Exuma-based businesses, meanwhile, yesterday said they are dreading the loss of potential business as a result of Air Canada’s decision. Julian Romer, owner/operator of Cheater’s Bar, George Town, Great Exuma, told Tribune Business the move will “affect us bad.”

He said: “We have plenty Canadian tourists. This whole Christmas I had a lot of Canadian business. So Air Canada leaving is going to affect us bad, we wouldn’t do better.”

Mr Romer also criticised Exuma residents for failing to comply with COVID-19 protocols, warning: “We have all kinds of cases in Exuma and they are hiding it. I know of ten people that have COVID-19 but the dashboard is saying four. We need to do better.

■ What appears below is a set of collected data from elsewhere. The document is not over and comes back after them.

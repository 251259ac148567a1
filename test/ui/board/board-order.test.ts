import { describe, expect, it } from 'vitest';
import { boardOrder, impactOnAim, nextUndecided } from '../../../src/ui/board/board-order.ts';
import type { ComponentEvidence } from '../../../src/core/evidence/types.ts';
import type { SuggestionWithRules } from '../../../src/core/review/suggest.ts';
import type { ReasonCode, Verdict } from '../../../src/core/review/vocabulary.ts';

const ev = (index: number, varianceShare: number, lockedShare: number, lowFrequencyShare: number) =>
  ({ index, varianceShare, lowFrequencyShare, erp: { lockedShare } }) as unknown as ComponentEvidence;
const evidence = [ev(1, 0.3, 0.01, 0.9), ev(2, 0.2, 0.5, 0.2), ev(3, 0.1, 0.2, 0.1), ev(4, 0.4, 0, 0.5)];
// The current suggestions (what selectSuggestions gives), by component.
const s = (verdict: Verdict, reason: ReasonCode): SuggestionWithRules => ({ suggestion: { verdict, reason, because: [] }, rules: [] });
const suggestions = new Map([[1, s('remove', 'blink')], [2, s('keep', 'neural')], [3, s('remove', 'muscle')], [4, s('keep', 'neural')]]);
const all = { verdict: 'all', reason: 'all' } as const;

describe('impactOnAim', () => {
  it('weights the variance share by the locked share for erp and by the share above 4 Hz for oscillations', () => {
    expect(impactOnAim(evidence[1], 'erp')).toBeCloseTo(0.2 * 0.5, 12);
    expect(impactOnAim(evidence[1], 'oscillations')).toBeCloseTo(0.2 * 0.8, 12);
    expect(impactOnAim(evidence[1], 'conservative')).toBeCloseTo(0.2, 12);
  });
});

describe('boardOrder', () => {
  it('sorts by component number, variance share, impact and suggestion', () => {
    expect(boardOrder(4, evidence, {}, 'erp', 'index', all, suggestions)).toEqual([1, 2, 3, 4]);
    expect(boardOrder(4, evidence, {}, 'erp', 'variance', all, suggestions)).toEqual([4, 1, 2, 3]);
    // erp impact: 0.003, 0.1, 0.02, 0
    expect(boardOrder(4, evidence, {}, 'erp', 'impact', all, suggestions)).toEqual([2, 3, 1, 4]);
    // remove first (larger variance first), then keep
    expect(boardOrder(4, evidence, {}, 'erp', 'suggestion', all, suggestions)).toEqual([1, 3, 4, 2]);
  });

  it('filters by verdict and by reason (the reviewer’s, else the suggested one)', () => {
    const decisions = { 2: { verdict: 'remove' as const, reason: 'muscle' as const, note: '' } };
    expect(boardOrder(4, evidence, decisions, 'erp', 'index', { verdict: 'remove', reason: 'all' }, suggestions)).toEqual([2]);
    expect(boardOrder(4, evidence, decisions, 'erp', 'index', { verdict: 'undecided', reason: 'all' }, suggestions)).toEqual([1, 3, 4]);
    expect(boardOrder(4, evidence, decisions, 'erp', 'index', { verdict: 'all', reason: 'muscle' }, suggestions)).toEqual([2, 3]);
  });

  it('sorts by the suggestions it is given: other suggestions, other order, same evidence', () => {
    const flipped = new Map([[1, s('keep', 'neural')], [2, s('remove', 'muscle')], [3, s('keep', 'neural')], [4, s('remove', 'contact')]]);
    expect(boardOrder(4, evidence, {}, 'erp', 'suggestion', all, flipped)).toEqual([4, 2, 1, 3]);
  });

  it('lists components without evidence in number order', () => {
    expect(boardOrder(3, null, {}, 'erp', 'variance', all)).toEqual([1, 2, 3]);
  });
});

describe('nextUndecided', () => {
  it('finds the next undecided component after the current one, wrapping around', () => {
    const d = { 2: { verdict: 'keep' as const, reason: null, note: '' }, 3: { verdict: 'remove' as const, reason: null, note: '' } };
    expect(nextUndecided([1, 2, 3, 4], d, 1)).toBe(4);
    expect(nextUndecided([1, 2, 3, 4], d, 4)).toBe(1);
    expect(nextUndecided([2, 3], d, 2)).toBeNull();
  });
});
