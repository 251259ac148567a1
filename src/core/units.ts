/**
 * Branded numbers for the quantities Winnow passes between modules. A brand costs nothing at run time;
 * it stops a frequency from being passed where a duration is expected.
 */
declare const brand: unique symbol;
type Brand<T, B extends string> = T & { readonly [brand]: B };

/** Frequency in hertz (cycles per second). */
export type Hz = Brand<number, 'Hz'>;
/** Duration or time since the first stored sample, in seconds. */
export type Seconds = Brand<number, 'Seconds'>;
/** Electric potential in microvolts. */
export type Microvolts = Brand<number, 'Microvolts'>;
/** Zero-based index of a sample within one channel. */
export type SampleIndex = Brand<number, 'SampleIndex'>;
/** Length in millimetres (head coordinates, RAS). */
export type Millimetres = Brand<number, 'Millimetres'>;

export const hz = (v: number): Hz => v as Hz;
export const seconds = (v: number): Seconds => v as Seconds;
export const microvolts = (v: number): Microvolts => v as Microvolts;
export const millimetres = (v: number): Millimetres => v as Millimetres;
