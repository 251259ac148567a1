/**
 * Derived values, never stored. Selectors returning arrays or objects must be used with `useShallow`
 * (or memoised by the caller): they build a new value on each call.
 */
import { UNDECIDED } from '../core/review/decisions-file.ts';
import type { ReviewDecision, WorkbenchState } from './types.ts';

export const selectRecording = (s: WorkbenchState) => s.recording;
export const selectDecomposition = (s: WorkbenchState) => s.decomposition;
export const selectEvidence = (s: WorkbenchState) => s.evidence;
export const selectAim = (s: WorkbenchState) => s.aim;
export const selectDecisions = (s: WorkbenchState) => s.decisions;
export const selectSelected = (s: WorkbenchState) => s.selected;
export const selectScreen = (s: WorkbenchState) => s.screen;
export const selectRoi = (s: WorkbenchState) => s.roi;
export const selectProgress = (s: WorkbenchState) => s.progress;

/** Number of components (0 before a decomposition is loaded). */
export const selectComponentCount = (s: WorkbenchState) => s.decomposition?.nComponents ?? 0;

/** The decision of a 1-based component (undecided when none was made). Stable object per index. */
export const selectDecision = (index: number) => (s: WorkbenchState): ReviewDecision => s.decisions[index] ?? UNDECIDED;

/** The evidence of a 1-based component, or null. */
export const selectComponentEvidence = (index: number) => (s: WorkbenchState) =>
  s.evidence?.find((e) => e.index === index) ?? null;

/**
 * 1-based indices of the components marked remove, ascending. The reference changes only when decisions
 * change, so this may be used without useShallow when the caller memoises on `decisions`.
 */
export const selectRemovedIndices = (s: WorkbenchState): number[] => {
  const out: number[] = [];
  for (const [k, d] of Object.entries(s.decisions)) if (d.verdict === 'remove') out.push(Number(k));
  return out.sort((a, b) => a - b);
};

/** 1-based indices still undecided (no verdict yet), ascending. */
export const selectUndecidedIndices = (s: WorkbenchState): number[] => {
  const n = selectComponentCount(s);
  const out: number[] = [];
  for (let i = 1; i <= n; i++) if ((s.decisions[i]?.verdict ?? 'undecided') === 'undecided') out.push(i);
  return out;
};

/** Components with a keep or remove verdict. */
export const selectDecidedCount = (s: WorkbenchState): number => {
  const n = selectComponentCount(s);
  let c = 0;
  for (const [k, d] of Object.entries(s.decisions)) if (d.verdict !== 'undecided' && Number(k) <= n) c++;
  return c;
};

export const selectCanUndo = (s: WorkbenchState) => s.past.length > 0;
export const selectCanRedo = (s: WorkbenchState) => s.future.length > 0;
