/**
 * The one adapter from a loaded recording (formats/recording-loader.ts, with its sidecars) to the inputs of
 * decomposition, evidence and cleaning. The workbench services, every CLI command and the bench call these,
 * so the same files give the same segments, channel types, positions, events and mains frequency everywhere.
 */
import type { Decomposition } from './decomposition.ts';
import type { EvidenceEvent, EvidenceInput } from './evidence/compute-evidence.ts';
import type { EdfWriteInput } from './formats/edf-writer.ts';
import { mainsFrequency, type MainsFrequency } from './formats/power-line.ts';
import type { DecomposeInput } from './ica/decompose.ts';
import type { LoadedRecording, RecordingEvent, SignalBlock } from './recording.ts';
import { cleanedEdfInput, cleanedRecordingSamples } from './review/clean.ts';
import type { SecondsWindow } from './units.ts';

/**
 * Sample indices (0 < i < nSamples, ascending, once each) where a new segment of the block starts, so that
 * filters never bridge a gap:
 * - a discontinuous file (EDF+D/BDF+D, `sampleTimes` set): every step between consecutive sample times
 *   longer than 1.5 sample periods (the record onsets of the file; docs/methods.md §11);
 * - a continuous file: every event labelled "boundary" (any case) or with source 'boundary', at
 *   round(onset · rate) (common practice for marking where recordings were joined).
 * Event onsets of a discontinuous file count recorded time, gaps included, so they are not sample indices:
 * there the sample times alone decide.
 */
export function segmentBoundaries(signals: SignalBlock, events: readonly RecordingEvent[]): number[] {
  const { sampleTimes, sampleRate: fs, nSamples } = signals;
  const out = new Set<number>();
  if (sampleTimes) {
    for (let i = 1; i < sampleTimes.length; i++) if (sampleTimes[i] - sampleTimes[i - 1] > 1.5 / fs) out.add(i);
  } else {
    for (const e of events) if (e.source === 'boundary' || e.label.toLowerCase() === 'boundary') out.add(Math.round(e.onset * fs));
  }
  return [...out].filter((i) => i > 0 && i < nSamples).sort((a, b) => a - b);
}

/** Type and status of each block channel (channels.tsv applied by the loader; EEG and good when unknown). */
function channelTypes(recording: LoadedRecording): { types: string[]; status: ('good' | 'bad')[] } {
  const info = new Map(recording.channels.map((c) => [c.label, c] as const));
  const labels = recording.signals.labels;
  return { types: labels.map((l) => info.get(l)?.type ?? 'EEG'), status: labels.map((l) => info.get(l)?.status ?? 'good') };
}

/** The decomposition engine's view of a recording: its signal block, channel types and status, segments. */
export function decomposeInputOf(recording: LoadedRecording): DecomposeInput {
  const { labels, data, nSamples, sampleRate } = recording.signals;
  const { types, status } = channelTypes(recording);
  return { data, nChannels: labels.length, nSamples, sampleRate, labels, types, status, boundaries: segmentBoundaries(recording.signals, recording.events) };
}

/** The events evidence epochs on: every event but gap markers, with response times and events.tsv columns. */
export function evidenceEventsOf(recording: LoadedRecording): EvidenceEvent[] {
  return recording.events
    .filter((e) => e.source !== 'boundary')
    .map((e) => ({
      onset: e.onset,
      duration: e.duration,
      label: e.label,
      ...(e.responseTime !== undefined ? { responseTime: e.responseTime } : {}),
      ...(e.columns !== undefined ? { columns: e.columns } : {}),
    }));
}

/** Settings of an evidence run that do not come from the recording. */
export interface EvidenceSettings {
  /** Mains frequency given by the user (CLI --line-frequency); else the recording's *_eeg.json, else 50 Hz. */
  readonly lineHz?: 50 | 60;
  readonly epochEvent?: string;
  readonly window?: SecondsWindow;
  readonly permutations?: number;
  /** events.tsv column whose values are each tested for time-locking (EvidenceInput.lockColumn). */
  readonly lockColumn?: string;
}

/** The evidence input of a recording and a decomposition matched to it, and where the mains frequency came from. */
export function evidenceInputOf(
  recording: LoadedRecording,
  decomposition: Decomposition,
  settings: EvidenceSettings = {},
): { input: EvidenceInput; mains: MainsFrequency } {
  const { labels, data, nSamples, sampleRate } = recording.signals;
  const mains = mainsFrequency(recording.powerLine, settings.lineHz);
  const input: EvidenceInput = {
    data,
    nChannels: labels.length,
    nSamples,
    sampleRate,
    labels,
    positionsUnit: recording.positions ?? null,
    types: channelTypes(recording).types,
    decomposition,
    events: evidenceEventsOf(recording),
    lineHz: mains.hz,
    ...(settings.epochEvent !== undefined ? { epochEvent: settings.epochEvent } : {}),
    ...(settings.window !== undefined ? { window: settings.window } : {}),
    ...(settings.permutations !== undefined ? { permutations: settings.permutations } : {}),
    ...(settings.lockColumn !== undefined ? { lockColumn: settings.lockColumn } : {}),
  };
  return { input, mains };
}

/** What a cleaned copy of a recording is written from. */
export interface CleanedRecordingRequest {
  readonly decomposition: Decomposition;
  /** 1-based component indices to remove. */
  readonly removed: readonly number[];
  /** The channels at other rates than the block (formats/recording-loader.ts readOtherRateBlocks); copied unchanged. */
  readonly otherBlocks: readonly SignalBlock[];
  readonly family: 'EDF' | 'BDF';
  readonly keepIdentity: boolean;
  readonly onProgress?: (fraction: number) => void;
}

/**
 * Writer input for the cleaned recording: the block with the removed components subtracted (review/clean.ts),
 * every other channel unchanged. A channel in neither the block nor `otherBlocks` is left out and named in a
 * warning. Throws a RangeError when the decomposition does not fit the block.
 */
export function cleanedRecordingInput(recording: LoadedRecording, req: CleanedRecordingRequest): { input: EdfWriteInput; warnings: string[] } {
  const cleaned = cleanedRecordingSamples(recording, req.decomposition, req.removed, req.onProgress);
  const blocks: SignalBlock[] = [{ ...recording.signals, data: cleaned }, ...req.otherBlocks];
  const held = (c: { label: string; sampleRate: number }) => blocks.some((b) => b.sampleRate === c.sampleRate && b.labels.includes(c.label));
  const missing = recording.channels.filter((c) => !held(c));
  const warnings =
    missing.length > 0
      ? [`${recording.fileName}: ${missing.map((c) => `${c.label} (${c.sampleRate} Hz)`).join(', ')} not written: the recording file was not at hand to copy them from`]
      : [];
  const info = missing.length > 0 ? { ...recording, channels: recording.channels.filter(held) } : recording;
  const cleanedLabels = new Set(req.removed.length > 0 ? req.decomposition.channels.map((l) => l.toLowerCase()) : []);
  return { input: cleanedEdfInput(info, blocks, cleanedLabels, req.family, req.keepIdentity), warnings };
}
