describe('readEdfInfo on files written byte by byte from the specification', () => {
  it('decodes 24-bit little-endian extremes (BioSemi BDF: −1 = ff ff ff, 8388607 = ff ff 7f, −8388608 = 00 00 80)', async () => {
    const digital = [-1, 8388607, -8388608, 0x123456, -0x123456];
    // identity scaling so physical = digital
    const sig: SpecSignal = { label: 'A1', unit: 'uV', pmin: '-8388608', pmax: '8388607', dmin: '-8388608', dmax: '8388607', spr: '5' };
    const data = new Uint8Array(le24(digital));
    expect(Array.from(data.subarray(0, 9))).toEqual([0xff, 0xff, 0xff, 0xff, 0xff, 0x7f, 0x00, 0x00, 0x80]);
    const bytes = specFile({ bdf: true, reserved: '24BIT', records: '1', duration: '1', signals: [sig], data });
    const { vals } = await samples64(bytes);
    expect(vals[0]).toEqual(digital);
  });

  it('reads a multi-rate EDF+C file: per-signal rates, annotations, and one rate per read', async () => {
    // 2 records of 0.5 s; Fz, Cz at 16 Hz (8 per record), ECG at 4 Hz (2 per record), annotations 30 bytes
    const ann = annotationSignal(15);
    const rec = (r: number) => [
      ...le16([0, 1, 2, 3, 4, 5, 6, 7].map((k) => 100 * r + k)),
      ...le16([0, 1, 2, 3, 4, 5, 6, 7].map((k) => -100 * r - k)),
      ...le16([1000 + r, 2000 + r]),
      ...talBytes(r === 0 ? '+0\x14\x14\x00+0.25\x15\x31\x14Eyes closed\x14\x00' : '+0.5\x14\x14\x00', 30),
    ];
    const bytes = specFile({
      reserved: 'EDF+C', records: '2', duration: '0.5',
      signals: [eeg('EEG Fz', 8), eeg('EEG Cz', 8), eeg('ECG', 2, { unit: 'mV', pmin: '-32.768', pmax: '32.767' }), ann],
      data: new Uint8Array([...rec(0), ...rec(1)]),
    });
    const i = await info(bytes);
    expect(i.format).toBe('EDF+C');
    expect(i.channels.map((c) => [c.label, c.sampleRate])).toEqual([['EEG Fz', 16], ['EEG Cz', 16], ['ECG', 4]]);
    expect(i.channels[2]).toMatchObject({ unit: 'uV', headerUnit: 'mV', physicalMin: -32768, physicalMax: 32767 });
    expect(i.events).toEqual([{ onset: 0.25, duration: 1, label: 'Eyes closed', source: 'annotation' }]);
    expect(i.durationSeconds).toBe(1);
    const ecg = await samples64(bytes, ['ECG']);
    // mV → µV: gain (32.767 + 32.768)/65535 = 0.001 mV = 1 µV per step, so physical µV = digital (to rounding)
    ecg.vals[0].forEach((v, k) => expect(v).toBeCloseTo([1000, 2000, 1001, 2001][k], 6));
    expect(ecg.times).toEqual([0, 0.25, 0.5, 0.75]);
    const bad = await readEdfSignals(bytesByteSource(bytes, 'recording.edf'), i, { channels: ['EEG Fz', 'ECG'] });
    expect(bad.ok).toBe(false);
    if (!bad.ok) {
      expect(bad.error.code).toBe('bad-value');
      expect(bad.error.message).toMatch(/^recording\.edf: .*16 Hz: EEG Fz.*4 Hz: ECG/);
    }
    const all = await readEdfSignals(bytesByteSource(bytes, 'recording.edf'), i);
    expect(all.ok).toBe(false); // no selection = every channel, and the rates differ
  });

  it('selects samples by --start/--duration in seconds (first sample at t ≥ start, last at t < start + duration)', async () => {
    const bytes = specFile({
      reserved: 'EDF+C', records: '2', duration: '1',
      signals: [eeg('Fz', 4, { pmin: '-32768', pmax: '32767' }), annotationSignal(8)],
      data: new Uint8Array([...le16([0, 1, 2, 3]), ...talBytes('+0\x14\x14\x00', 16), ...le16([4, 5, 6, 7]), ...talBytes('+1\x14\x14\x00', 16)]),
    });
    const s = await samples64(bytes, ['fz'], 0.5, 1); // case-insensitive channel name
    expect(s.times).toEqual([0.5, 0.75, 1, 1.25]);
    expect(s.vals[0]).toEqual([2, 3, 4, 5]);
    const block = await readEdfSignals(bytesByteSource(bytes, 'recording.edf'), await info(bytes), { startS: 0.5, durationS: 1 });
    expect(block.ok && Array.from(block.value.sampleTimes ?? [])).toEqual([0.5, 0.75, 1, 1.25]); // window: times given
    const whole = await readEdfSignals(bytesByteSource(bytes, 'recording.edf'), await info(bytes));
    expect(whole.ok && whole.value.sampleTimes).toBeUndefined(); // from the first sample: t = j / fs
    const past = await samples64(bytes, undefined, 5);
    expect(past.times).toEqual([]);
    const unknown = await readEdfSignals(bytesByteSource(bytes, 'recording.edf'), await info(bytes), { channels: ['Oz'] });
    expect(!unknown.ok && unknown.error.code).toBe('unknown-channel');
  });

  it('keeps EDF+D record onsets from the time-keeping TALs and exposes each gap as a boundary event', async () => {
    // EDF+ §2.2.4: record starts of a discontinuous file come from the time-keeping TALs only.
    const recs = [
      [...le16([0, 1]), ...talBytes('+0\x14\x14\x00', 20)],
      [...le16([2, 3]), ...talBytes('+1\x14\x14\x00+1.5\x14Stim\x14\x00', 20)],
      [...le16([4, 5]), ...talBytes('+4.5\x14\x14\x00', 20)],
    ];
    const bytes = specFile({
      reserved: 'EDF+D', records: '3', duration: '1',
      signals: [eeg('Fz', 2, { pmin: '-32768', pmax: '32767' }), annotationSignal(10)],
      data: new Uint8Array(recs.flat()),
    });
    const i = await info(bytes);
    expect(i.format).toBe('EDF+D');
    expect(Array.from(i.header.recordOnsets)).toEqual([0, 1, 4.5]);
    expect(i.durationSeconds).toBe(5.5);
    expect(i.events).toEqual([
      { onset: 1.5, duration: 0, label: 'Stim', source: 'annotation' },
      { onset: 4.5, duration: 2.5, label: 'boundary', source: 'boundary' },
    ]);
    const block = await readEdfSignals(bytesByteSource(bytes, 'recording.edf'), i);
    expect(block.ok).toBe(true);
    if (block.ok) {
      expect(Array.from(block.value.sampleTimes ?? [])).toEqual([0, 0.5, 1, 1.5, 4.5, 5]);
      expect(Array.from(block.value.data)).toEqual([0, 1, 2, 3, 4, 5]);
    }
    const window = await samples64(bytes, undefined, 1.2, 3.5); // 1.2 ≤ t < 4.7
    expect(window.times).toEqual([1.5, 4.5]);
  });

  it('counts the records from the file size when the header says −1 and warns', async () => {
    const bytes = specFile({ records: '-1', duration: '1', signals: [eeg('Fz', 2)], data: new Uint8Array(le16([1, 2, 3, 4, 5, 6])) });
    const r = await readEdfInfo(bytesByteSource(bytes, 'live.edf'));
    expect(r.ok && r.value.header.records).toBe(3);
    expect(r.ok && r.value.format).toBe('EDF');
    expect(r.ok && r.warnings[0]).toMatch(/^live\.edf: .*−1 data records.*counted 3/);
  });

  it('normalises uV, µV (U+00B5, Latin-1 or UTF-8), μV (U+03BC), mV and V to uV', async () => {
    // Unit bytes patched in after building: byte 0xB5 (Latin-1 µ), C2 B5 (UTF-8 µ), CE BC (UTF-8 μ)
    const units: number[][] = [[0x75, 0x56], [0xb5, 0x56], [0xc2, 0xb5, 0x56], [0xce, 0xbc, 0x56], [0x6d, 0x56], [0x56]];
    const ns = units.length;
    const sigs = units.map((_, j) => eeg(`S${j}`, 1, { pmin: '-1', pmax: '1', dmin: '-1', dmax: '1', unit: '' }));
    const bytes = specFile({ records: '1', duration: '1', signals: sigs, data: new Uint8Array(le16(new Array(ns).fill(1))) });
    units.forEach((u, j) => bytes.set(u, 256 + 96 * ns + 8 * j));
    const i = await info(bytes);
    expect(i.channels.map((c) => c.unit)).toEqual(new Array(ns).fill('uV'));
    expect(i.channels.map((c) => c.headerUnit)).toEqual(['uV', 'µV', 'µV', 'μV', 'mV', 'V']);
    expect(i.channels.map((c) => c.physicalMax)).toEqual([1, 1, 1, 1, 1000, 1e6]);
    const block = await readEdfSignals(bytesByteSource(bytes, 'r.edf'), i);
    expect(block.ok && Array.from(block.value.data)).toEqual([1, 1, 1, 1, 1000, 1e6]);
    expect(voltageScaleToMicrovolts('degC')).toBeNull();
  });

  it('reads a BDF+C file with a "BDF Annotations" signal as BDF+C with its events', async () => {
    const sig: SpecSignal = { label: 'A1', unit: 'uV', pmin: '-262144', pmax: '262143', dmin: '-8388608', dmax: '8388607', spr: '2' };
    const annSig = { ...annotationSignal(6), label: 'BDF Annotations', dmin: '-8388608', dmax: '8388607' };
    const bytes = specFile({
      bdf: true, reserved: 'BDF+C', records: '1', duration: '1', signals: [sig, annSig],
      data: new Uint8Array([...le24([8388607, -8388608]), ...talBytes('+0\x14\x14\x00+0.5\x14Ü\x14\x00', 18)]),
    });
    const i = await info(bytes, 'x.bdf');
    expect(i.format).toBe('BDF+C');
    expect(i.events).toEqual([{ onset: 0.5, duration: 0, label: 'Ü', source: 'annotation' }]);
    const { vals } = await samples64(bytes);
    expect(vals[0]).toEqual([262143, -262144]);
  });
});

“Right now, do you know how many cancellations I have for February for people who were coming down? I do catering as well, and a couple of my clients, they have homes here and they are out of Canada. We have lots of Canadian Airbnbs in Exuma.”

Mr Romer said he lost three bookings for Christmas due to Omicron-related concerns, and for the New Year has lost two already. “The one I got this past Sunday was a cancellation on something I would have made $2,000 on,” he added.

“As a small businessman, I understood what it is. Those people are not coming around COVID-19 and Canada is the real people who don’t play. Canada isn’t playing with us and that is what we have going on right now.”

Pedro Rolle, Exuma Chamber of Commerce president, said: “The implications of COVID-19 notwithstanding, for the economy of Exuma we feel that it is fundamental to have a balancing thing [between] Air Canada and then the US market, so it gives us a nice economic hedge that we are not reliant on predominantly just one market.

“We think if we can get over the issues of the travel stuff it will continue to be a bonus for Exuma, and I think it will make a huge difference for our economy.”

Another Exuma businessman, speaking under condition of anonymity, added: “I think Air Canada leaving will have a big impact. It will have a huge impact on the Exuma economy. We depend a lot on Canadian tourists. Canadian tourists are a big industry here on the island.”